**Aim of the exercise:** The expected answer is the set of lines in the data below between the line holding "if (base.kind === 'constant'" and the line holding "return expandBars(node.name, visit(u), context);", inclusive, written out exactly.

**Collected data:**

★ ★ ★ ★

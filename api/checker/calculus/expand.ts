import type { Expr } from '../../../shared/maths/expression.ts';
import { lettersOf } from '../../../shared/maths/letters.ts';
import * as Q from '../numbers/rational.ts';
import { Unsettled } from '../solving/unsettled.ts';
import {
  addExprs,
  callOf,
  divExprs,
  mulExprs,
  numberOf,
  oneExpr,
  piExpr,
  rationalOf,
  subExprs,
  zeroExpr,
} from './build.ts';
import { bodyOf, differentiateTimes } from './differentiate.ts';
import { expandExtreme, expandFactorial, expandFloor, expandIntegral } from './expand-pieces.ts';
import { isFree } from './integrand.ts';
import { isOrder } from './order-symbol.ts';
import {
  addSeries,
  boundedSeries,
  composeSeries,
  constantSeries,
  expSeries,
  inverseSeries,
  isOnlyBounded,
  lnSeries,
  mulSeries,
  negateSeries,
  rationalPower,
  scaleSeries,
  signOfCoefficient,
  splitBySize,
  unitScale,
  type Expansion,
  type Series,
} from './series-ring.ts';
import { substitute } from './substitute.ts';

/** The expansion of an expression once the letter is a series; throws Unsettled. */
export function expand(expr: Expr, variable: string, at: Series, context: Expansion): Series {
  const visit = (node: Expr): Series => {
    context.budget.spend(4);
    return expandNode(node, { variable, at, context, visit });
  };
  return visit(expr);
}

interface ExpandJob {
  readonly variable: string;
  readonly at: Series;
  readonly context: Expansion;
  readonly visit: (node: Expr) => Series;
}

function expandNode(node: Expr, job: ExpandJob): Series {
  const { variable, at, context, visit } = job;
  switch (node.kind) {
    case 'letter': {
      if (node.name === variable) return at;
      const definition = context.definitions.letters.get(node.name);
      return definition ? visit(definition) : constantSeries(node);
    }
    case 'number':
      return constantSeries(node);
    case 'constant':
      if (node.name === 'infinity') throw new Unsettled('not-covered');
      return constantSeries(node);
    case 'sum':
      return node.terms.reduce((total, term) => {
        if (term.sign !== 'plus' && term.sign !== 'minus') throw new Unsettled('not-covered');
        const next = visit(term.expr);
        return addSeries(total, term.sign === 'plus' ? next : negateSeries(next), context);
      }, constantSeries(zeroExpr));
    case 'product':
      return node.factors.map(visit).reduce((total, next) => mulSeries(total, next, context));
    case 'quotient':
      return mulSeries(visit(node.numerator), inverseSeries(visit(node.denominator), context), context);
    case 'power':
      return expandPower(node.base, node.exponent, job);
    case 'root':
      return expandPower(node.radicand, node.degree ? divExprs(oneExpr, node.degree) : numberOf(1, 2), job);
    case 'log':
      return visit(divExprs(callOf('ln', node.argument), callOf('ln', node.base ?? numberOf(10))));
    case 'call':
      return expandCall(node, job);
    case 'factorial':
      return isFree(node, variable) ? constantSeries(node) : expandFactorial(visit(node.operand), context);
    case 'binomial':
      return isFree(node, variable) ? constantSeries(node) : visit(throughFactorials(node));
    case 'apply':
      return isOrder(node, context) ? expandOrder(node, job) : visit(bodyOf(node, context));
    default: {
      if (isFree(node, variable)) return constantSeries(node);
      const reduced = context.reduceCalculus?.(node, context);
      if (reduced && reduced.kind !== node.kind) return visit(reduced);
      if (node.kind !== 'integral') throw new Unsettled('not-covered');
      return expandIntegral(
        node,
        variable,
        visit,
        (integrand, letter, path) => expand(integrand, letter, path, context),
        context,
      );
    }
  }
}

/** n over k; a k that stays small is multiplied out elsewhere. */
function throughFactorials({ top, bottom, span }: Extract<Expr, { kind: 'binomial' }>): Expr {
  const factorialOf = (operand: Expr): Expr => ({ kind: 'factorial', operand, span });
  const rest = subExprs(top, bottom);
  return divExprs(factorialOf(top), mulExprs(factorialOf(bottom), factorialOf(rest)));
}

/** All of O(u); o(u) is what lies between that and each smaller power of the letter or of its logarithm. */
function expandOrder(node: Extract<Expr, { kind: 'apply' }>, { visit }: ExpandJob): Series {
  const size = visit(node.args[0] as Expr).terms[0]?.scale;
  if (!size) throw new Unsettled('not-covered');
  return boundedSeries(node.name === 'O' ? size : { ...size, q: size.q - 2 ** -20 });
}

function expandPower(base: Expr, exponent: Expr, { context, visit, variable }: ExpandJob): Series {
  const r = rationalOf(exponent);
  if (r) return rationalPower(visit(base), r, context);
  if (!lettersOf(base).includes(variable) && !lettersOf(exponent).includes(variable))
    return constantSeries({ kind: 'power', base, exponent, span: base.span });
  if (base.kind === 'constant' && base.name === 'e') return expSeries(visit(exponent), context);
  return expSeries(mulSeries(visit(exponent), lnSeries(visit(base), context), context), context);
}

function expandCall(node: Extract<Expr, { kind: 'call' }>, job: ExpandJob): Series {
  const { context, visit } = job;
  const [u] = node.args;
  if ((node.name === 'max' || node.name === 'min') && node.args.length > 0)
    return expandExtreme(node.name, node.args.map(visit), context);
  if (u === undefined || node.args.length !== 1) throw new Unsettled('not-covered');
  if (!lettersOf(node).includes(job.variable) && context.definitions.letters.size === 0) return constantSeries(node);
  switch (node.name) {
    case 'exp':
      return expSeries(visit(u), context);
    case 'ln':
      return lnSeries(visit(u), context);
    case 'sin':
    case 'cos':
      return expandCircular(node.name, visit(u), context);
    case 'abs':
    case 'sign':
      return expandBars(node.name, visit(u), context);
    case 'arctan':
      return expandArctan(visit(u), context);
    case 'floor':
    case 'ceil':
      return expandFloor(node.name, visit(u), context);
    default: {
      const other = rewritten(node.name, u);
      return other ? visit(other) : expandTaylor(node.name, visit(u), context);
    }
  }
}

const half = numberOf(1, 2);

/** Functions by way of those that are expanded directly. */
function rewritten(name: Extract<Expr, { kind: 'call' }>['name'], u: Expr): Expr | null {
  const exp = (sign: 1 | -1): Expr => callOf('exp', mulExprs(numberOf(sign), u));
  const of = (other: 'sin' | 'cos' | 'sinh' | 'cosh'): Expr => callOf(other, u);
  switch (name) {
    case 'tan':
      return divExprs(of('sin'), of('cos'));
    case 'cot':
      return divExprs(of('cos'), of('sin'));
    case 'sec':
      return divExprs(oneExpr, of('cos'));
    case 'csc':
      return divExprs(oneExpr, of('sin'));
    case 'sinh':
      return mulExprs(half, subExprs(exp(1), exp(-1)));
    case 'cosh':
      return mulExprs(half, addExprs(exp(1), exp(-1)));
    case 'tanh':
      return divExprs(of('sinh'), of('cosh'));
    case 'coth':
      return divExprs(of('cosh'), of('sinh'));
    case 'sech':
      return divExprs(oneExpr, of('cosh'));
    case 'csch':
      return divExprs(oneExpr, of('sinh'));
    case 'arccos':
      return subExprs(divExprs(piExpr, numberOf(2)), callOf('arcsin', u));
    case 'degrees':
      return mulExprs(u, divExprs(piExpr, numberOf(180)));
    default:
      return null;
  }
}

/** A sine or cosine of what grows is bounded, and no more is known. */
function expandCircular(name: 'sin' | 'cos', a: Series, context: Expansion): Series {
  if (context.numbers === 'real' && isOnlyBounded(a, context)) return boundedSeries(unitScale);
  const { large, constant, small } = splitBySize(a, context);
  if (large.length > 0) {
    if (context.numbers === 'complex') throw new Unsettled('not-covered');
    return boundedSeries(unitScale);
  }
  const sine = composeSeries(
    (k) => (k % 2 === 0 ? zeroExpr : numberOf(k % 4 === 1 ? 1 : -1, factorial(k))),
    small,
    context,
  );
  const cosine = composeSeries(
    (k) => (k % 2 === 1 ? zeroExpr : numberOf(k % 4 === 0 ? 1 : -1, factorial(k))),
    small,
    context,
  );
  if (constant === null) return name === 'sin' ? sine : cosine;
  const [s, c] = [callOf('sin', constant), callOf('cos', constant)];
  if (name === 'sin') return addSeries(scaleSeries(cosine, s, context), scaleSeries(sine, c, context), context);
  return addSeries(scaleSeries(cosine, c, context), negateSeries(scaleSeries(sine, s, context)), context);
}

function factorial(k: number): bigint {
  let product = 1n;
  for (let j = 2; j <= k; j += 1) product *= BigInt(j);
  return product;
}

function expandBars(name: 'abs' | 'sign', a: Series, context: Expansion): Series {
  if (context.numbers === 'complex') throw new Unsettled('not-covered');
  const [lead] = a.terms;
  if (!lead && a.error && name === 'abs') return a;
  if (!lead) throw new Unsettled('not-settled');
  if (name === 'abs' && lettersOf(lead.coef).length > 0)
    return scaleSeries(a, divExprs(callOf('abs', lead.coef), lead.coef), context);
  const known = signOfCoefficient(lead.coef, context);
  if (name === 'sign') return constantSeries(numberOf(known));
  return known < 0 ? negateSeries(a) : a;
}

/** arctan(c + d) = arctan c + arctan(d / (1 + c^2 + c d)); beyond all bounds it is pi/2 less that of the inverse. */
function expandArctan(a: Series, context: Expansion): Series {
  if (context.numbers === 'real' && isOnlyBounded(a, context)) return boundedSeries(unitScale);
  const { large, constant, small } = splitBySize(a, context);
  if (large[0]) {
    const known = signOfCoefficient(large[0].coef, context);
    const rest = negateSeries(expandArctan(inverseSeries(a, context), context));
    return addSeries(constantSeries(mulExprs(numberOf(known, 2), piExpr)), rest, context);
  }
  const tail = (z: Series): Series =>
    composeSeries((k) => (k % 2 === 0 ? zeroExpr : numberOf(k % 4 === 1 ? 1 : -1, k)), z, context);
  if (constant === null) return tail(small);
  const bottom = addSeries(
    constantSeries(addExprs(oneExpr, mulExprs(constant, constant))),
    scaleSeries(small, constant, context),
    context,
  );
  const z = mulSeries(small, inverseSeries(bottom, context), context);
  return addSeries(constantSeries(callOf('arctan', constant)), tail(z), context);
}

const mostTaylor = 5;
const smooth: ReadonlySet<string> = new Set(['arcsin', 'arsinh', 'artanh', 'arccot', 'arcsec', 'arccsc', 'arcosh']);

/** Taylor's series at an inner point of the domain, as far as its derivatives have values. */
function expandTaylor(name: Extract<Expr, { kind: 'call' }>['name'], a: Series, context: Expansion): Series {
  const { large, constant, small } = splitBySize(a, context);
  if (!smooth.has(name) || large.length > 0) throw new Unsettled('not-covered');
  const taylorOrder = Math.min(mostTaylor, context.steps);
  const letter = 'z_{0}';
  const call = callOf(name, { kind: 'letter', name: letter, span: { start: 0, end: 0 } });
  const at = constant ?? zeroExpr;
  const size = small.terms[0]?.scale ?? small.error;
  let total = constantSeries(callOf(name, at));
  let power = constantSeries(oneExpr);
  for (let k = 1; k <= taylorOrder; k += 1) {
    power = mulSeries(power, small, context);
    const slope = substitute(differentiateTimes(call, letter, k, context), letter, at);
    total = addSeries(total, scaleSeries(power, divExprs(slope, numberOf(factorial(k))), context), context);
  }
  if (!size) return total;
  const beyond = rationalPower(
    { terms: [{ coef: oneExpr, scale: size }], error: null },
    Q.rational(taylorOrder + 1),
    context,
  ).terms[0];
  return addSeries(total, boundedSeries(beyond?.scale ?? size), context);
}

★ ★ ★ ★

**Written answer:**
  if (base.kind === 'constant' && base.name === 'e') return expSeries(visit(exponent), context);
  return expSeries(mulSeries(visit(exponent), lnSeries(visit(base), context), context), context);
}

function expandCall(node: Extract<Expr, { kind: 'call' }>, job: ExpandJob): Series {
  const { context, visit } = job;
  const [u] = node.args;
  if ((node.name === 'max' || node.name === 'min') && node.args.length > 0)
    return expandExtreme(node.name, node.args.map(visit), context);
  if (u === undefined || node.args.length !== 1) throw new Unsettled('not-covered');
  if (!lettersOf(node).includes(job.variable) && context.definitions.letters.size === 0) return constantSeries(node);
  switch (node.name) {
    case 'exp':
      return expSeries(visit(u), context);
    case 'ln':
      return lnSeries(visit(u), context);
    case 'sin':
    case 'cos':
      return expandCircular(node.name, visit(u), context);
    case 'abs':
    case 'sign':
      return expandBars(node.name, visit(u), context);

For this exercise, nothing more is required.